[Materials provided Boundary: Start]

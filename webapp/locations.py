"""Positions as the rep gives them: pasted text in any form the solver reads, or lat/lon."""

from __future__ import annotations

from solver.coordinates import Position, check_position, format_position, geo_uri, parse_position

from .fields import SKIP, Checker

__all__ = ["read_location", "position_json"]


def read_location(check: Checker, field: str, value) -> Position | None:
    """Text goes to the solver's parser; an object must be exactly {"lat": .., "lon": ..}."""
    if isinstance(value, str):
        pos = check.run(field, parse_position, value, field=field)
    elif isinstance(value, dict) and set(value) == {"lat", "lon"}:
        pos = check.run(field, check_position, value["lat"], value["lon"], field=field)
    else:
        check.fail(field, f"{field} must be text such as '41.40338, 2.17403' or an object "
                   '{"lat": .., "lon": ..}', repr(value)[:80])
        return None
    return None if pos is SKIP else pos


def position_json(lat: float, lon: float) -> dict:
    """A stored position with the texts the page shows and links to."""
    pos = Position(lat, lon)
    return {"lat": pos.lat, "lon": pos.lon, "text": format_position(pos), "geo_uri": geo_uri(pos)}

[Materials provided Boundary: End]

## [Directions for this task]
Retype only this range exactly: the first line of the data through the line where "pos = Position(lat, lon)" appears.

## [Answer space]
filename webapp/locations.py
"""Positions as the rep gives them: pasted text in any form the solver reads, or lat/lon."""

from __future__ import annotations

from solver.coordinates import Position, check_position, format_position, geo_uri, parse_position

from .fields import SKIP, Checker

__all__ = ["read_location", "position_json"]


def read_location(check: Checker, field: str, value) -> Position | None:
    """Text goes to the solver's parser; an object must be exactly {"lat": .., "lon": ..}."""
    if isinstance(value, str):
        pos = check.run(field, parse_position, value, field=field)
    elif isinstance(value, dict) and set(value) == {"lat", "lon"}:
        pos = check.run(field, check_position, value["lat"], value["lon"], field=field)
    else:
        check.fail(field, f"{field} must be text such as '41.40338, 2.17403' or an object "
                   '{"lat": .., "lon": ..}', repr(value)[:80])
        return None
    return None if pos is SKIP else pos


def position_json(lat: float, lon: float) -> dict:
    """A stored position with the texts the page shows and links to."""
    pos = Position(lat, lon)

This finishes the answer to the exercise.